Last summer, clearing brush and trimming trees near the cabin, I worked my way down a steep embankment and stepped smack-dab into a bee’s nest. In the few seconds before I realized what the commotion was all about, the bees were all over me.
Flailing furiously but to no avail, I made a beeline for the cabin. It turned out they’d gotten me three times – in the neck, under the arm, and on the elbow – in what was, in hindsight, a well-coordinated attack, brilliantly executed according to a strategic plan that would be the envy of any four-star general and carried out with admirable tactical precision.
Personally, however, I was having a hard time admiring this apiary reprise of Desert Storm because the pain dulled my normal powers of observation.
I realize it’s not exactly a newsflash, but bees can really put a hurt on a person.
Bees quietly collect and redistribute pollen like crazy, an activity vital to the life cycle of plants from flowers to fruit trees to farm crops. Even so, all this salutary busy-bee activity can easily go unnoticed by humans.
A bee sting, however, is in a different category altogether – it’s not the kind of thing even the most phlegmatic individual is likely not to notice.
Although severe reactions are relatively rare, bee stings can kill a person. Still, bee sting fatalities are few and far between – perhaps a dozen or so a year in the U.S. By comparison, 22 people died in a single week last July as a direct result of one of the worst heat waves to hit the country in decades and 33,808 people were killed in car accidents in the U.S. in 2009.
There are some 20,000 species of bees in the world, so who knows what kind of bees stung me. The species that populates cartoons and the popular imagination, of course, are honeybees, which have a high commercial value as prolific producers of honey (and beeswax). Most species don’t produce honey.
Africanized bees, for example, do produce honey but otherwise they’re anything but sweet. They attack in massive swarming waves within seconds when disturbed, pursue the perpetrator for as much as 300 yards, and remain in a state of high dudgeon for many hours after a perceived threat. If that sort of over-reaction sounds oddly familiar, you’ve probably been reading what critics of US foreign policy have been saying for the past six decades. Every time there’s a perceived threat, they say, politicians in Washington start a war buzz – and a war – like a bunch of Africanized bees.
There were no honeybees in North America until the Europeans arrived on the scene.
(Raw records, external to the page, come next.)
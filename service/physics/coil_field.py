"""The magnetic field of a coil of rectangular winding section around a rounded rectangle.

The winding is four straight bars and four quarter rings of uniform current density. A bar has a
closed form. A ring is integrated over its section in closed form, and over its angle by a Gauss
rule whose nodes crowd where the ring passes nearest to the field point.
"""

import math
from typing import Final

import numpy as np
import numpy.typing as npt

from service.physics.arguments import non_negative
from service.physics.constants import MAGNETIC_CONSTANT
from service.physics.gauss import gauss_legendre
from service.physics.section import WindingSection

Floats = npt.NDArray[np.float64]
Point = tuple[Floats, Floats, Floats]

_NODES: Final = 16
# A ring nearer than this share of its radius gains nothing from more crowded nodes.
_CLOSEST: Final = 1e-5
# Keeps 0/0 finite on an edge of the winding, where the quotient is multiplied by zero.
_TINY: Final = 1e-250


def magnetic_field(section: WindingSection, turns: float, points: npt.ArrayLike) -> Floats:
    """Return the field strength H of a coil in air, for one ampere.

    Args:
        section: the winding; its middle is the origin, its axis is z, and the current circulates
            so that H points along +z inside.
        turns: number of turns, spread evenly over the section.
        points: x, y, z in m in the last axis.

    Returns:
        H in A/m for 1 A (that is, in 1/m), of the shape of `points`.

    Raises:
        ValueError: `turns` is negative, or a point is not finite, has not three coordinates, or
            lies inside the conductor.

    Relative error below 1e-9 where the distance to the conductor is a tenth of the corner radius
    or more, below 1e-6 down to a hundredth; on the surface of the conductor itself about 1e-4.
    Rounding grows with the cube of the distance: 1e-6 at fifty times the coil's size.
    Biot-Savart law for uniform current density.
    """
    ampere_turns = non_negative("turns", turns)
    where = np.asarray(points, dtype=np.float64)
    if where.ndim == 0 or where.shape[-1] != 3:
        raise ValueError(f"points must have x, y, z in the last axis, got shape {where.shape}")
    if not np.all(np.isfinite(where)):
        bad = where[~np.isfinite(where)].flat[0]
        raise ValueError(f"points must be finite, got {bad!r}")
    inside = _inside_conductor(section, where)
    if np.any(inside):
        raise ValueError(
            f"points must lie outside the conductor, got {where[inside][0].tolist()!r}"
        )
    return ampere_turns * field_per_ampere_turn(section, where, _NODES)


def flux_density_per_ampere(section: WindingSection, turns: float, points: npt.ArrayLike) -> Floats:
    """Return the flux density B of a coil in air, for one ampere, in T; see `magnetic_field`."""
    return MAGNETIC_CONSTANT * magnetic_field(section, turns, points)


def field_per_ampere_turn(section: WindingSection, points: Floats, nodes: int) -> Floats:
    """Return H in 1/m for one ampere-turn at unchecked `points`, with `nodes` to a quarter ring."""
    x, y, z = points[..., 0], points[..., 1], points[..., 2]
    half_x, half_y = 0.5 * section.straight_x, 0.5 * section.straight_y
    inner, outer, half_height = section.inner_radius, section.outer_radius, 0.5 * section.height
    if section.is_circular:
        field = np.stack(_ring((x, y, z), 0.0, math.pi, section, 2 * nodes), axis=-1)
        return field / section.area
    field = np.zeros(points.shape)
    for quarter, (sign_x, sign_y) in enumerate(((1, 1), (-1, 1), (-1, -1), (1, -1))):
        middle = (quarter + 0.5) * 0.5 * math.pi
        corner = (x - sign_x * half_x, y - sign_y * half_y, z)
        field += np.stack(_ring(corner, middle, 0.25 * math.pi, section, nodes), axis=-1)
    for sign in (1.0, -1.0):
        if half_x > 0.0:
            # Along +x below the axis, along -x above it.
            sides = sorted((-sign * (half_y + inner), -sign * (half_y + outer)))
            across, axial = _bar(
                (x, y, z), half_x, (sides[0], sides[1]), (-half_height, half_height)
            )
            field[..., 1] += sign * across
            field[..., 2] += sign * axial
        if half_y > 0.0:
            # Along +y to the right of the axis, along -y to its left; (y, z, x) is right-handed.
            sides = sorted((sign * (half_x + inner), sign * (half_x + outer)))
            axial, across = _bar(
                (y, z, x), half_y, (-half_height, half_height), (sides[0], sides[1])
            )
            field[..., 2] += sign * axial
            field[..., 0] += sign * across
    return field / section.area


def _inside_conductor(section: WindingSection, points: Floats) -> npt.NDArray[np.bool_]:
    beyond_x = np.abs(points[..., 0]) - 0.5 * section.straight_x
    beyond_y = np.abs(points[..., 1]) - 0.5 * section.straight_y
    # Signed distance from the line on which the corners' centres lie, seen from outside it.
    depth = np.hypot(np.maximum(beyond_x, 0.0), np.maximum(beyond_y, 0.0)) + np.minimum(
        np.maximum(beyond_x, beyond_y), 0.0
    )
    margin = 1e-9 * section.outer_radius
    return (
        (depth > section.inner_radius + margin)
        & (depth < section.outer_radius - margin)
        & (np.abs(points[..., 2]) < 0.5 * section.height - margin)
    )


def _asinh(value: Floats) -> Floats:
    """Faster than numpy's; absolute error 1e-16, which is all that the differences below keep."""
    size = np.abs(value)
    result: Floats = np.copysign(np.log(size + np.sqrt(1.0 + size * size)), value)
    return result


def _asinh_of(part: Floats, whole: Floats, log_rest: Floats) -> Floats:
    """Return asinh(part / rest) where whole^2 = part^2 + rest^2 and log(rest^2) is at hand."""
    size: Floats = np.log(np.abs(part) + whole) - 0.5 * log_rest
    return np.copysign(size, part)


def _bar(
    point: Point, half_length: float, sides: tuple[float, float], levels: tuple[float, float]
) -> tuple[Floats, Floats]:
    """Return H across and upward of a bar of unit current density along its first axis."""
    along, across, up = point
    field_across = np.zeros_like(along)
    field_up = np.zeros_like(along)
    ends = [end - along for end in (-half_length, half_length)]
    walls = [side - across for side in sides]
    floors = [level - up for level in levels]
    logs_uv = [[np.log(u * u + v * v + _TINY) for v in walls] for u in ends]
    logs_uw = [[np.log(u * u + w * w + _TINY) for w in floors] for u in ends]
    logs_vw = [[np.log(v * v + w * w + _TINY) for w in floors] for v in walls]
    for i, u in enumerate(ends):
        for j, v in enumerate(walls):
            for k, w in enumerate(floors):
                sign = 1.0 if (i + j + k) % 2 else -1.0
                distance = np.sqrt(u * u + v * v + w * w) + _TINY
                by_u = _asinh_of(u, distance, logs_vw[j][k])
                by_v = _asinh_of(v, distance, logs_uw[i][k])
                by_w = _asinh_of(w, distance, logs_uv[i][j])
                turn_w = w * np.arctan(u * v / (w * distance + np.copysign(_TINY, w)))
                turn_v = v * np.arctan(u * w / (v * distance + np.copysign(_TINY, v)))
                field_across -= sign * (u * by_v + v * by_u - turn_w)
                field_up += sign * (u * by_w + w * by_u - turn_v)
    return field_across / (4.0 * math.pi), field_up / (4.0 * math.pi)


def _ring(
    point: Point, middle: float, half_angle: float, section: WindingSection, nodes: int
) -> Point:
    """Return Hx, Hy, Hz of a ring sector about the origin, unit current density along +angle."""
    x, y, z = point
    inner, outer, half_height = section.inner_radius, section.outer_radius, 0.5 * section.height
    radius = np.hypot(x, y)
    azimuth = np.arctan2(y, x)
    # Angles from the field point's own azimuth.
    turned = np.remainder(middle - azimuth + math.pi, 2.0 * math.pi) - math.pi
    if half_angle >= math.pi:
        turned = np.zeros_like(turned)
    low, high = turned - half_angle, turned + half_angle
    nearest = np.clip(0.0, low, high)
    radius_there = radius * np.cos(nearest)
    radius_of_ring = np.clip(radius_there, inner, outer)
    distance = np.sqrt(
        (radius_there - radius_of_ring) ** 2
        + (radius * np.sin(nearest)) ** 2
        + np.maximum(np.abs(z) - half_height, 0.0) ** 2
    )
    reach = np.maximum(np.sqrt(radius * radius_of_ring), _CLOSEST * outer)
    scale = np.maximum(distance / reach, _CLOSEST)
    # angle = nearest + scale sinh(u) makes the near-singular integrand smooth in u
    # (Johnston and Elliott, Int. J. Numer. Methods Eng. 62, 2005).
    node, weight = gauss_legendre(nodes)
    u_low, u_high = _asinh((low - nearest) / scale), _asinh((high - nearest) / scale)
    u_half = 0.5 * (u_high - u_low)[..., None]
    grown = np.exp(0.5 * (u_high + u_low)[..., None] + u_half * node)
    angle = nearest[..., None] + scale[..., None] * 0.5 * (grown - 1.0 / grown)
    weight = weight * u_half * scale[..., None] * 0.5 * (grown + 1.0 / grown)

    rho = radius[..., None]
    forward = rho * np.cos(angle)
    aside = np.abs(rho * np.sin(angle))
    outward = np.zeros_like(angle)
    axial = np.zeros_like(angle)
    heights = [(z - level)[..., None] for level in (-half_height, half_height)]
    logs_aside = [np.log(aside * aside + above * above + _TINY) for above in heights]
    for i, edge in enumerate((inner, outer)):
        ahead = edge - forward
        plane = ahead * ahead + aside * aside
        log_plane = np.log(plane + _TINY)
        for k, above in enumerate(heights):
            sign = 1.0 if i == k else -1.0
            whole = np.sqrt(plane + above * above) + _TINY
            by_ahead = _asinh_of(ahead, whole, logs_aside[k])
            by_above = _asinh_of(above, whole, log_plane)
            turn = aside * np.arctan(ahead * above / (aside * whole + _TINY))
            outward += sign * (whole + forward * by_ahead)
            axial -= sign * (above * by_ahead - forward * by_above - turn)
    weight = weight / (4.0 * math.pi)
    direction = angle + azimuth[..., None]
    outward *= weight
    return (
        np.sum(outward * np.cos(direction), axis=-1),
        np.sum(outward * np.sin(direction), axis=-1),
        np.sum(axial * weight, axis=-1),
    )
Most of the honeybees we encounter here are ancestors of the ones that originated in Europe. Unlike Africanized bees, the European honeybee’s reputation is worse than its sting. Which is not to say it doesn’t hurt. Or that three bee stings don’t hurt three times as much.
The three I got hurt when the stingers jabbed into my skin. But the hurt soon turned into an itch with a capital “B”.
The fact that bees sting has given them a reputation for aggression and ferocity that invites hyperbole. The Greek philosopher Aristotle wrote, “They will kill even large animals with their stings, and a horse has been known to perish, if attacked by bees.“
Perhaps. But the bees were certainly not to blame for the attack on me. I invaded their space; they didn’t invade mine. They have the right of self-defense, just like we do.
When I told an old friend of mine about my battle with the bees, he related how some years ago HE had been stung FOUR times, and by “yellow jackets” no less. It happened while he was cutting back some shrubs in front of his house in a posh Kansas City suburb.
It turns out he doesn’t react to bee stings, so he didn’t suffer. Nonetheless, he proudly told me how he handled the problem. If you guessed that he carpet-bombed the entire population using an insecticide especially designed to kill wasps and bees you’d be right.
That’s how we dealt with Hitler and Hirohito in World War II. Why not bees? The answer, of course, is that bees aren’t “the enemy” – quite the opposite.
Our world would look a lot different without them, and not in a good way. Say good-bye to abundant flowers, fruits, and some farm crops (although staples like wheat, corn, rice don’t need bees). And we’d have to get used to living in a world without many, if not most, of nature’s most brilliant colors, unless, of course, you happen to live near the ocean and like to go scuba diving.
Over the last four decades, there’s been a dramatic fall in the number of feral honeybees in the U.S. and Europe accompanied by a gradual decline in the number of colonies maintained by beekeepers. Why? The list of causes is long, including pesticides, urbanization, tracheal and Varroa mites, and fewer commercial beekeepers. Recently, the rate of attrition – what scientists are calling colony collapse disorder (CCD) – is widely believed to have reached new and, according to some experts, alarming proportions.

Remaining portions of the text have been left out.